Me guiña un ojo, y aunque asiento, no puedo evitar sentir un nudo en el estómago. Justo en ese momento, mis tripas rugen traicioneramente, un sonido que me avergüenza más de lo que debería. Desvío la mirada, evitando que sus ojos me atrapen.

—¿Estás segura de que no quieres comer? —pregunta, con un tono que parece más un desafío que una simple oferta.

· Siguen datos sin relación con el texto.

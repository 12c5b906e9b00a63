//! The year of each canal as a strip: full days solid, short days hatched, days without water an empty frame.

use super::{AS_IT_WAS, Legend, MONTHS_PT, Plot, TICK, each, months};
use crate::handout::flow::Block;
use crate::handout::model::{At, Ink, Node, Piece, Role};
use crate::handout::pen::{End, LABEL, area, centred, corners, dashed, edged, hatch, letters, straight};
use crate::picture::chart::DayMark;
use crate::picture::views::scene::Scene;
use crate::words::{DateStyle, Words};

/// Left of the strips, for names.
const SIDE: f64 = 128.0;
/// Right of the strips, for the last full day: wider where two languages say it.
const DATES: [f64; 2] = [96.0, 136.0];
/// Above the strips, for the heads of the columns.
const HEAD: f64 = 11.0;

/// Full, short, cut.
pub(in crate::handout) fn legend(changed: bool, voices: &[&Words], width: f64) -> Block {
    let mut legend = Legend::default();
    let say = |id: &str| each(voices, |words| words.say(id, &[])).join(" · ");
    for (mark, id) in [
        (DayMark::Full, "sign-canal-days-full.short"),
        (DayMark::Short, "sign-canal-days-short.short"),
        (DayMark::Cut, "sign-canal-days-cut.short"),
    ] {
        legend.entry(&say(id), move |x, y, wide, high| span(mark, x, y, wide, high));
    }
    if changed {
        legend.entry(&say("handout-full-as-it-was"), |x, y, wide, high| was_spans(&[(x, x + wide)], y + high / 2.0));
    }
    let (pieces, high) = legend.lay_out(0.0, width);
    Block::one(Node::of(Role::Artifact, pieces), high)
}

/// The strips, each in a row of that height, with `alt` as their words.
pub(in crate::handout) fn strips(scene: &Scene<'_>, voices: &[&Words], width: f64, row: f64, alt: String) -> Block {
    let count = scene.canals.len().max(1) as f64;
    let (from, to) = window(scene);
    let dates_wide = DATES[usize::from(voices.len() > 1)];
    let plot = Plot {
        left: SIDE,
        top: HEAD,
        wide: width - SIDE - dates_wide,
        high: row * count,
        across: (from as f64, to as f64),
        up: (0.0, 1.0),
    };
    let say = |id: &str| each(voices, |words| words.say(id, &[])).join(" · ");
    let head = say("tell-canal-last-full");
    let mut pieces = vec![letters(&head, At::new(width, HEAD - 3.5), End::Right, TICK.fitting(&head, dates_wide, 4.5))];
    for (index, (title, (was, now))) in
        scene.canals.iter().zip(scene.was.canals.iter().zip(scene.now.canals)).enumerate()
    {
        let top = plot.top + row * index as f64;
        let room = row * 0.30;
        let (strip_top, strip_high) =
            if scene.changed() { (top + room, row * 0.56) } else { (top + row * 0.18, row * 0.64) };
        let marks = now.marks.get(from..to).unwrap_or_default();
        spans(marks, |mark, begin, end| {
            let (x, next) = (plot.x((from + begin) as f64), plot.x((from + end) as f64));
            pieces.extend(span(mark, x, strip_top, next - x, strip_high));
        });
        if scene.changed() {
            let marks = was.marks.get(from..to).unwrap_or_default();
            let mut full = Vec::new();
            spans(marks, |mark, begin, end| {
                if mark == DayMark::Full {
                    full.push((plot.x((from + begin) as f64), plot.x((from + end) as f64)));
                }
            });
            pieces.extend(was_spans(&full, top + room * 0.55));
        }
        let middle = strip_top + strip_high / 2.0;
        let since = each(voices, |words| match title.right_year {
            Some(year) => words.say("picture-since", &[("year", words.year(year).into())]),
            None => words.say("tell-right-before-all", &[]),
        });
        let name_style = LABEL.fitting(title.name, SIDE - 10.0, 4.5);
        // The date of the right stands beside the name where there is room for both.
        let beside = since.join(" · ");
        let both = name_style.width(title.name) + 5.0 + TICK.width(&beside);
        pieces.push(letters(title.name, At::new(0.0, centred(middle, name_style)), End::Left, name_style));
        if both <= SIDE - 6.0 {
            let x = name_style.width(title.name) + 5.0;
            pieces.push(letters(&beside, At::new(x, centred(middle, TICK)), End::Left, TICK));
        }
        let date = each(voices, |words| last_full(scene, index, words)).join(" · ");
        let style = LABEL.fitting(&date, dates_wide - 6.0, 4.5);
        pieces.push(letters(&date, At::new(width, centred(middle, style)), End::Right, style));
    }
    pieces.extend(months(&plot, &scene.year, voices));
    pieces.push(straight(At::new(plot.left, plot.foot()), At::new(plot.left + plot.wide, plot.foot()), 0.5, Ink::Rule));
    Block::one(Node::of(Role::Figure(alt), pieces), HEAD + row * count + MONTHS_PT)
}

/// The last full day as it was and with your changes: "May 9 → Apr 30".
fn last_full(scene: &Scene<'_>, index: usize, words: &Words) -> String {
    let Some(title) = scene.canals.get(index) else { return String::new() };
    let date = |signs: Option<&crate::signs::CanalSigns>| {
        let day = signs.and_then(|signs| signs.last_full_date);
        day.map_or_else(
            || words.say("tell-never", &[]),
            |day| words.date(day.date(scene.year.start_month), DateStyle::Short),
        )
    };
    let (was, now) = (date(scene.was.canal_signs(title)), date(scene.now.canal_signs(title)));
    if scene.changed() && was != now { format!("{was} → {now}") } else { now }
}

/// Calls `see` for every unbroken span of days of one kind: kind, first day, day after the last.
fn spans(marks: &[DayMark], mut see: impl FnMut(DayMark, usize, usize)) {
    let mut from = 0;
    for day in 1..=marks.len() {
        if marks.get(day) != marks.get(from) {
            if let Some(mark) = marks.get(from) {
                see(*mark, from, day);
            }
            from = day;
        }
    }
}

fn span(mark: DayMark, x: f64, y: f64, wide: f64, high: f64) -> Vec<Piece> {
    let area_of = || vec![corners(x, y, wide, high)];
    match mark {
        DayMark::Idle => {
            let middle = y + high / 2.0;
            vec![straight(At::new(x, middle), At::new(x + wide, middle), 0.4, Ink::Faint)]
        }
        DayMark::Full => vec![area(area_of(), Ink::Water)],
        DayMark::Short => vec![hatch(&area_of(), 2.4, 0.6, Ink::Lack), edged(area_of(), None, 0.35, Ink::Lack)],
        DayMark::Cut => vec![edged(area_of(), Some(Ink::Paper), 0.55, Ink::Lack)],
    }
}

/// Days that were full: dashed lines, with a tick after the last of them.
fn was_spans(spans: &[(f64, f64)], y: f64) -> Vec<Piece> {
    let Some((_, end)) = spans.last() else { return Vec::new() };
    let runs = spans.iter().map(|(from, to)| vec![At::new(*from, y), At::new(*to, y)]).collect();
    vec![
        dashed(runs, 0.8, Ink::Black, AS_IT_WAS),
        straight(At::new(*end, y - 1.7), At::new(*end, y + 1.7), 0.9, Ink::Black),
    ]
}

/// The first day on show and the one after the last: whole months, from the first in which a field asks for water or
/// anybody lacks any to the last.
fn window(scene: &Scene<'_>) -> (usize, usize) {
    let calendar = scene.year.calendar;
    let told = |day: usize| {
        [scene.was.canals, scene.now.canals].iter().flat_map(|canals| scene.canals.iter().zip(*canals)).any(
            |(title, canal)| match canal.marks.get(day) {
                Some(DayMark::Full) => !title.is_town,
                Some(DayMark::Short | DayMark::Cut) => true,
                Some(DayMark::Idle) | None => false,
            },
        )
    };
    let days = 0..calendar.len();
    let (Some(first), Some(last)) = (days.clone().find(|day| told(*day)), days.rev().find(|day| told(*day))) else {
        return (0, calendar.len().max(1));
    };
    let begins = |day: &usize| calendar.get(*day).is_none_or(|day| day.month_day.day == 1);
    let from = (0..=first).rev().find(begins).unwrap_or(0);
    let to = (last + 1..calendar.len()).find(begins).unwrap_or(calendar.len());
    (from, to)
}

#[cfg(test)]
mod tests {
    use super::*;

    #[test]
    fn days_of_one_kind_are_one_span() {
        use DayMark::{Cut, Full, Idle};
        let mut seen = Vec::new();
        spans(&[Idle, Full, Full, Cut], |mark, from, to| seen.push((mark, from, to)));
        assert_eq!(seen, [(Idle, 0, 1), (Full, 1, 3), (Cut, 3, 4)]);
        spans(&[], |_, _, _| panic!());
    }
}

Asiento sin decir nada, aún tratando de mantener una pizca de dignidad.

—Qué lástima —dice, fingiendo una ligera decepción—. Justo ahora me dirigía a un pueblo cercano. Tienen unos platos exquisitos... y unos dulces que son simplemente irresistibles.

Hace un ademán de levantarse, y aunque trato de ignorarlo, algo en mi interior se enciende al escuchar la palabra "dulces". Mis ojos brillan antes de que pueda evitarlo.

—¿Tan deliciosos son? —mi voz, cargada de curiosidad y hambre, lo hace sonreír con diversión.

Más que eso. Pero como no tienes hambre, no tiene sentido obligarte a venir —responde con una inocencia calculada, mientras se aleja un par de pasos, dejándome morder el anzuelo.